Saved data entries:
* * *

-- one row per posting or internal request; reposts point at their original through duplicate_of
CREATE TABLE documents (
  id INTEGER PRIMARY KEY,
  source_id TEXT NOT NULL REFERENCES sources(id),
  external_id TEXT NOT NULL,
  kind TEXT NOT NULL CHECK (kind IN ('posting','request')),
  title TEXT NOT NULL DEFAULT '',
  body TEXT NOT NULL DEFAULT '',
  posted_at TEXT NOT NULL,
  month TEXT NOT NULL,
  date_estimated INTEGER NOT NULL DEFAULT 0,
  text_hash TEXT NOT NULL,
  duplicate_of INTEGER REFERENCES documents(id),
  dup_similarity REAL,
  occupation TEXT,
  organisation TEXT,
  location TEXT,
  channel TEXT,
  team TEXT,
  skills_json TEXT,
  -- MinHash signature of the word shingles (uint32 little-endian), postings only
  signature BLOB,
  ingested_at TEXT NOT NULL DEFAULT (strftime('%Y-%m-%dT%H:%M:%fZ','now')),
  mapped_version INTEGER,
  UNIQUE (source_id, external_id)
);
CREATE INDEX documents_hash ON documents(text_hash);
CREATE INDEX documents_month ON documents(kind, month);
CREATE INDEX documents_unmapped ON documents(mapped_version);

-- MinHash LSH band keys for near-duplicate detection: key = band * 2^32 + 32-bit hash of the band's
-- rows, so one index lookup with key IN (...) finds every candidate. No foreign key: the check would
-- double the cost of the ten band rows written per posting, and a band row whose document is gone
-- only yields a candidate that is not found (documents are never deleted by the program).
CREATE TABLE document_bands (
  key INTEGER NOT NULL,
  document_id INTEGER NOT NULL,
  PRIMARY KEY (key, document_id)
) WITHOUT ROWID;

CREATE TABLE concepts (
  id TEXT PRIMARY KEY,
  pref_label TEXT NOT NULL,
  type TEXT NOT NULL CHECK (type IN ('hard','soft')),
  rule_json TEXT,
  origin TEXT NOT NULL DEFAULT 'import',
  created_at TEXT NOT NULL DEFAULT (strftime('%Y-%m-%dT%H:%M:%fZ','now'))
);

CREATE TABLE labels (
  concept_id TEXT NOT NULL REFERENCES concepts(id) ON DELETE CASCADE,
  label TEXT NOT NULL,
  kind TEXT NOT NULL CHECK (kind IN ('pref','alt','hidden')),
  case_sensitive INTEGER NOT NULL DEFAULT 0,
  PRIMARY KEY (concept_id, label, kind)
);
CREATE INDEX labels_label ON labels(label);

CREATE TABLE concept_broader (
  concept_id TEXT NOT NULL REFERENCES concepts(id) ON DELETE CASCADE,
  broader_id TEXT NOT NULL REFERENCES concepts(id) ON DELETE CASCADE,
  PRIMARY KEY (concept_id, broader_id)
);

-- a document mentions a concept or not; via = 'text' | 'skills' (schema.org skills field) | 'rollup'
CREATE TABLE mentions (
  document_id INTEGER NOT NULL REFERENCES documents(id) ON DELETE CASCADE,
  concept_id TEXT NOT NULL REFERENCES concepts(id) ON DELETE CASCADE,
  count INTEGER NOT NULL,
  first_offset INTEGER,
  via TEXT NOT NULL,
  PRIMARY KEY (document_id, concept_id)
);
CREATE INDEX mentions_concept ON mentions(concept_id);

CREATE TABLE candidate_terms (
  term TEXT PRIMARY KEY,
  score REAL NOT NULL,
  recent_df INTEGER NOT NULL,
  earlier_df INTEGER NOT NULL,
  trend_json TEXT NOT NULL DEFAULT '[]',
  examples_json TEXT NOT NULL DEFAULT '[]',
  status TEXT NOT NULL DEFAULT 'open' CHECK (status IN ('open','accepted','dismissed')),
  decision_json TEXT,
  updated_at TEXT NOT NULL DEFAULT (strftime('%Y-%m-%dT%H:%M:%fZ','now'))
);

-- monthly demand per skill: n documents mentioning it of total documents of that series
CREATE TABLE demand (
  concept_id TEXT NOT NULL,
  series TEXT NOT NULL CHECK (series IN ('external','internal')),
  month TEXT NOT NULL,
  n INTEGER NOT NULL,
  total INTEGER NOT NULL,
  PRIMARY KEY (concept_id, series, month)
);

CREATE TABLE curves (
  concept_id TEXT PRIMARY KEY,
  state TEXT NOT NULL,
  annual_growth REAL,
  growth_low REAL,
  growth_high REAL,
  half_life_months REAL,
  half_life_low REAL,
  half_life_high REAL,
  p_value REAL,
  p_adjusted REAL,
  latest_share REAL,
  forecast_share12 REAL,
  forecast_method TEXT,
  change_month TEXT,
  emerged_month TEXT,
  details_json TEXT NOT NULL DEFAULT '{}',
  fitted_at TEXT NOT NULL
);

CREATE TABLE people (
  person_id TEXT PRIMARY KEY,
  role TEXT NOT NULL,
  team TEXT NOT NULL DEFAULT ''
);
CREATE INDEX people_role ON people(role);

CREATE TABLE roles (
  role TEXT NOT NULL,
  skill_id TEXT NOT NULL,
  required_theta REAL NOT NULL,
  PRIMARY KEY (role, skill_id)
);

CREATE TABLE items (
  item_id TEXT PRIMARY KEY,
  skill_id TEXT NOT NULL,
  a REAL,
  b REAL,
  c REAL,
  origin TEXT NOT NULL DEFAULT 'import',
  fit_json TEXT
);
CREATE INDEX items_skill ON items(skill_id);

CREATE TABLE responses (
  person_id TEXT NOT NULL,
  item_id TEXT NOT NULL REFERENCES items(item_id),
  response INTEGER NOT NULL CHECK (response IN (0,1)),
  taken_at TEXT NOT NULL,
  PRIMARY KEY (person_id, item_id, taken_at)
);

-- origin 'import' = estimates made elsewhere; 'estimate' = computed here from responses
CREATE TABLE abilities (
  person_id TEXT NOT NULL,
  skill_id TEXT NOT NULL,
  origin TEXT NOT NULL CHECK (origin IN ('import','estimate')),
  theta REAL NOT NULL,
  se REAL NOT NULL,
  assessed_at TEXT NOT NULL,
  method TEXT,
  note TEXT,
  PRIMARY KEY (person_id, skill_id, origin)
);

CREATE TABLE coverage (
  skill_id TEXT NOT NULL,
  role TEXT NOT NULL,
  required_theta REAL NOT NULL,
  headcount INTEGER NOT NULL,
  assessed INTEGER NOT NULL,
  unknown INTEGER NOT NULL,
  stale INTEGER NOT NULL DEFAULT 0,
  expected_meeting REAL NOT NULL,
  coverage REAL,
  expected_gap REAL NOT NULL,
  gap_low REAL NOT NULL,
  gap_high REAL NOT NULL,
  updated_at TEXT NOT NULL,
  PRIMARY KEY (skill_id, role)
);

CREATE TABLE courses (
  course_id TEXT PRIMARY KEY,
  title TEXT NOT NULL,
  last_reviewed TEXT,
  enrollments_12m INTEGER,
  enrollments_prev_12m INTEGER,
  owner TEXT NOT NULL DEFAULT ''
);

-- inferred = 1 when the skill was mapped from the title because the course had no tags
CREATE TABLE course_skills (
  course_id TEXT NOT NULL REFERENCES courses(course_id) ON DELETE CASCADE,
  skill_ref TEXT NOT NULL,
  skill_id TEXT,
  inferred INTEGER NOT NULL DEFAULT 0,
  PRIMARY KEY (course_id, skill_ref)
);

-- plan outputs: needs ranking, course flags, pathways, reskilling forecast (one row per key)
CREATE TABLE plan_outputs (
  kind TEXT NOT NULL,
  key TEXT NOT NULL,
  rank INTEGER,
  score REAL,
  payload_json TEXT NOT NULL,
  updated_at TEXT NOT NULL,
  PRIMARY KEY (kind, key)
);

CREATE TABLE course_flag_notes (
  id INTEGER PRIMARY KEY,
  course_id TEXT NOT NULL,
  action TEXT NOT NULL,
  flag TEXT,
  note TEXT NOT NULL DEFAULT '',
  actor TEXT NOT NULL DEFAULT '',
  until TEXT,
  at TEXT NOT NULL DEFAULT (strftime('%Y-%m-%dT%H:%M:%fZ','now'))
);

CREATE TABLE job_runs (
  id INTEGER PRIMARY KEY,
  stage TEXT NOT NULL,
  source_id TEXT,
  trigger TEXT NOT NULL DEFAULT 'manual',
  started_at TEXT NOT NULL,
  ended_at TEXT,
  status TEXT NOT NULL DEFAULT 'running' CHECK (status IN ('running','ok','failed','partial')),
  read INTEGER NOT NULL DEFAULT 0,
  new INTEGER NOT NULL DEFAULT 0,
  duplicate INTEGER NOT NULL DEFAULT 0,
  rejected INTEGER NOT NULL DEFAULT 0,
  error TEXT,
  details_json TEXT NOT NULL DEFAULT '{}'
);
CREATE INDEX job_runs_stage ON job_runs(stage, started_at);

-- the outbox: written in the same transaction as the work it announces, delivered after commit
CREATE TABLE events (
  id INTEGER PRIMARY KEY,
  type TEXT NOT NULL,
  payload_json TEXT NOT NULL,
  created_at TEXT NOT NULL DEFAULT (strftime('%Y-%m-%dT%H:%M:%fZ','now'))
);
CREATE INDEX events_type ON events(type, id);

-- per consumer (in-process stage subscription or webhook endpoint): how far it has got
CREATE TABLE event_cursors (
  consumer TEXT PRIMARY KEY,
  last_event_id INTEGER NOT NULL DEFAULT 0
);

CREATE TABLE webhook_deliveries (
  event_id INTEGER NOT NULL REFERENCES events(id),
  endpoint TEXT NOT NULL,
  status TEXT NOT NULL CHECK (status IN ('pending','delivered','failed')),
  attempts INTEGER NOT NULL DEFAULT 0,
  next_attempt_at TEXT,
  last_error TEXT,
  delivered_at TEXT,
  PRIMARY KEY (event_id, endpoint)
);

-- advisory lock with a lease, so that two pipeline runs never overlap and a dead holder's lock expires
CREATE TABLE locks (
  name TEXT PRIMARY KEY,
  holder TEXT NOT NULL,
  pid INTEGER NOT NULL,
  expires_at INTEGER NOT NULL
);
`

/**
 * Migration 2 is kept apart from 1 on purpose: it is the first real upgrade step and the migration
 * tests upgrade a version-1 database through it in place.
 */
const V2_RUN_INDEXES = `
CREATE INDEX documents_duplicate ON documents(duplicate_of);
CREATE INDEX curves_state ON curves(state);
CREATE INDEX plan_outputs_rank ON plan_outputs(kind, rank);
`

/**
 * Migration 3: demand kept as running aggregates, and leaner mention storage.
 *
 * - `demand_counts` (n documents mentioning a concept, per series and month) and `demand_totals`
 *   (N documents per series and month) hold exactly what the fit stage used to recompute from
 *   mentions x documents on every run: mapped original documents only, a document counted once per
 *   concept after roll-up. The map stage (and every writer that changes a counted document) updates
 *   them in the transaction that changes the mentions; db/curves.ts `rebuildDemandCounts` is the
 *   full recomputation (reference and repair). Both are filled here from the stored mentions.
 * - `mentions` and `demand` become WITHOUT ROWID tables clustered on their primary keys: the rowid
 *   tables kept the same rows twice (table + primary-key index).
 */
const V3_DEMAND_AGGREGATES = `
CREATE TABLE demand_counts (
  concept_id TEXT NOT NULL,
  series TEXT NOT NULL CHECK (series IN ('external','internal')),
  month TEXT NOT NULL,
  n INTEGER NOT NULL,
  PRIMARY KEY (concept_id, series, month)
) WITHOUT ROWID;

CREATE TABLE demand_totals (
  series TEXT NOT NULL CHECK (series IN ('external','internal')),
  month TEXT NOT NULL,
  total INTEGER NOT NULL,
  PRIMARY KEY (series, month)
) WITHOUT ROWID;

CREATE TABLE mentions_v3 (
  document_id INTEGER NOT NULL REFERENCES documents(id) ON DELETE CASCADE,
  concept_id TEXT NOT NULL REFERENCES concepts(id) ON DELETE CASCADE,
  count INTEGER NOT NULL,
  first_offset INTEGER,
  via TEXT NOT NULL,
  PRIMARY KEY (document_id, concept_id)
) WITHOUT ROWID;
INSERT INTO mentions_v3 (document_id, concept_id, count, first_offset, via)
  SELECT document_id, concept_id, count, first_offset, via FROM mentions ORDER BY document_id, concept_id;
DROP TABLE mentions;
ALTER TABLE mentions_v3 RENAME TO mentions;
CREATE INDEX mentions_concept ON mentions(concept_id);

CREATE TABLE demand_v3 (
  concept_id TEXT NOT NULL,
  series TEXT NOT NULL CHECK (series IN ('external','internal')),
  month TEXT NOT NULL,
  n INTEGER NOT NULL,
  total INTEGER NOT NULL,
  PRIMARY KEY (concept_id, series, month)
) WITHOUT ROWID;
INSERT INTO demand_v3 SELECT concept_id, series, month, n, total FROM demand ORDER BY concept_id, series, month;
DROP TABLE demand;
ALTER TABLE demand_v3 RENAME TO demand;

INSERT INTO demand_totals (series, month, total)
  SELECT CASE kind WHEN 'posting' THEN 'external' ELSE 'internal' END, month, COUNT(*) FROM documents
  WHERE duplicate_of IS NULL AND mapped_version IS NOT NULL AND kind IN ('posting','request')
  GROUP BY kind, month;
INSERT INTO demand_counts (concept_id, series, month, n)
  SELECT m.concept_id, CASE d.kind WHEN 'posting' THEN 'external' ELSE 'internal' END, d.month, COUNT(*)
  FROM mentions m JOIN documents d ON d.id = m.document_id
  WHERE d.duplicate_of IS NULL AND d.mapped_version IS NOT NULL AND d.kind IN ('posting','request')
  GROUP BY m.concept_id, d.kind, d.month;
`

* * *

WORK ORDER: Among the records above, extract exactly the lines from the line with "CREATE TABLE curves" to the line with "taken_at TEXT NOT", both lines included, and leave out the rest.

RESULT OF THIS EXERCISE:
CREATE TABLE curves (
  concept_id TEXT PRIMARY KEY,
  state TEXT NOT NULL,
  annual_growth REAL,
  growth_low REAL,
  growth_high REAL,
  half_life_months REAL,
  half_life_low REAL,
  half_life_high REAL,
  p_value REAL,
  p_adjusted REAL,
  latest_share REAL,
  forecast_share12 REAL,
  forecast_method TEXT,
  change_month TEXT,
  emerged_month TEXT,
  details_json TEXT NOT NULL DEFAULT '{}',
  fitted_at TEXT NOT NULL
);

CREATE TABLE people (
  person_id TEXT PRIMARY KEY,
  role TEXT NOT NULL,
  team TEXT NOT NULL DEFAULT ''
);
CREATE INDEX people_role ON people(role);

CREATE TABLE roles (
  role TEXT NOT NULL,
  skill_id TEXT NOT NULL,
  required_theta REAL NOT NULL,
  PRIMARY KEY (role, skill_id)
);

CREATE TABLE items (
  item_id TEXT PRIMARY KEY,
  skill_id TEXT NOT NULL,
  a REAL,
  b REAL,
  c REAL,
  origin TEXT NOT NULL DEFAULT 'import',
  fit_json TEXT
);
CREATE INDEX items_skill ON items(skill_id);

CREATE TABLE responses (
  person_id TEXT NOT NULL,
  item_id TEXT NOT NULL REFERENCES items(item_id),
  response INTEGER NOT NULL CHECK (response IN (0,1)),
  taken_at TEXT NOT NULL,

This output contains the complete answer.